MAURICE C. CAMPBELL, PLAINTIFF,
v.
CALIFORNIA DEPARTMENT OF CORRECTIONS AND REHABILITATION, ET AL., DEFENDANTS.



The opinion of the court was delivered by: Gregory G. Hollows United States Magistrate Judge

FINDINGS AND RECOMMENDATIONS

Introduction

Plaintiff, a state prisoner proceeding pro se, seeks relief pursuant to 42 U.S.C. § 1983. Pending before the court is defendants' motion for summary judgment, filed on November 9, 2009, to which plaintiff filed his opposition on January 29, 2010,*fn1 after which defendants filed a reply on February 5, 2010.

Background & Summary of Allegations

Plaintiff, in a case originally assigned as No. CIV S-07-1419 MCE KJM, filed a complaint wherein he sought to proceed on the complaint as a class action; however, the complaint was construed as an individual action. See Order, filed on January 10, 2008. Instead, plaintiff was permitted to proceed only with respect to himself and only on his Eighth Amendment claims against the following five defendants: Haythorne, Hague, Rodriguez, Rueller (spelling later corrected to Ruller) and Arnt (spelling subsequently corrected to "Arndt"). See id. This case and another, Williams v. Walker, CIV S-07-2385 FCD CMK P, were both later related by the undersigned to an earlier case assigned to the undersigned and to Judge William B. Shubb: Jackson v. Walker, CIV S-06-2023 WBS GGH P, and all three have since been proceeding before Senior District Judge Shubb and the undersigned. See Order, filed on June 6, 2008.

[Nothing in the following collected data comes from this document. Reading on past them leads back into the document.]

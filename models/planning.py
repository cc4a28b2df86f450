"""Planning: how precise will a campaign's bias-corrected lift be, and what would sharpen it?

A normal approximation of the full model's structure, pure NumPy/SciPy (no sampler).
On the log-odds scale the corrected lift estimate of one campaign is

    target estimate - bias estimate,   Var = V_sampling + residual_sd^2 + V_bias

* ``V_sampling`` is the Wald variance of the seen-versus-unseen log odds ratio
  of the target, ``1/(n_s p_s q_s) + 1/(n_u p_u q_u)``: it falls as 1/users.
* ``residual_sd^2`` is the target's own unknown bias, which no placebo can
  reveal (the data see only lift + residual): it does not fall with users.
* ``V_bias`` is what is left unknown of the campaign's bias after its ``m``
  placebo outcomes: ``1 / (1/bias_sd^2 + m / (residual_sd^2 + se_p^2))``, plus
  the uncertainty of the portfolio's mean bias, which pooling across campaigns
  cannot average away.

Pooling across ``J`` campaigns with true lifts spread ``lift_sd`` then shrinks
the variance as in the normal-normal model (Gelman et al., BDA3 section 5.4):
``V (1 - B) + B^2 (V + lift_sd^2) / J`` with ``B = V / (V + lift_sd^2)``.

So the interval has a floor: as users grow, ``V_sampling`` and ``se_p`` go to
zero, and the variance goes to ``residual_sd^2 + 1/(1/bias_sd^2 + m/residual_sd^2)``
(before pooling); more placebo outcomes lower it, more users do not
(docs/planning.md).

The probability that the interval excludes zero uses the difference of rates
with the null variance at the critical value and the alternative variance for
the spread (the Fleiss formula), so that with the bias terms switched off the
users needed are the standard two-proportion sample size.
"""

from __future__ import annotations

from dataclasses import dataclass, field, replace
from typing import Any

import numpy as np
import pandas as pd
from scipy import optimize, stats
from scipy.special import expit, logit

from liftpool.data_prep.errors import ConfigError
from liftpool.data_prep.options import OptionsMixin

__all__ = ["PlanInputs", "Plan", "variance_parts", "plan", "width_curve", "plan_inputs_from_fit",
           "simulate_plan", "PLAN_ASSUMPTIONS", "excess_width", "tests_for_excess_width"]

#: What every plan assumes (printed with it).
PLAN_ASSUMPTIONS = (
    "A normal approximation: the variance components are treated as known, at the values given "
    "(or a fit's posterior means); with few placebos or campaigns the real interval is wider.",
    "The campaign's lift is the portfolio's typical lift (pooling pulls an unusual campaign toward "
    "the others, which this plan ignores).",
    "Placebo outcomes convert at the rate given for them (by default the target's rate) and have the "
    "same seen and unseen users as the target.",
    "One cell: stratifying on covariates changes the bias, not the sampling variance, to first order.",
    "This plans an observational estimate, not a randomized test; the floor is what the placebo "
    "outcomes cannot reveal about the target's own bias.",
)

The gravamen of the instant case (as well as to the two related cases) concerns alleged unsanitary food preparation, food service and food handling conditions at California State Prison-Sacramento (CSPS). Plaintiff Campbell alleges that he arrived at CSPS on October 27, 2005,*fn2 where rodents infest the main kitchen and food has been contaminated with rat/rodent feces and bite marks and dozens of inmates have complained of CSPS' correctional officials' failure to adhere to health and safety standards with regard to food service and handling, including service of food from improperly cleaned bread racks. See Complaint, filed on July 18, 2007. Plaintiff claims, in his verified complaint, that on May 23, 2006, he was diagnosed and treated for food poisoning as a result of an evening meal served at the prison. Id., at 10, 21-22. Plaintiff alleges deliberate indifference by defendants to the unsanitary food service and conditions of which they are aware in violation of his plaintiff's Eighth Amendment rights. Plaintiff seeks injunctive and declaratory relief, and money damages, including punitive damages. Id., at 20-21.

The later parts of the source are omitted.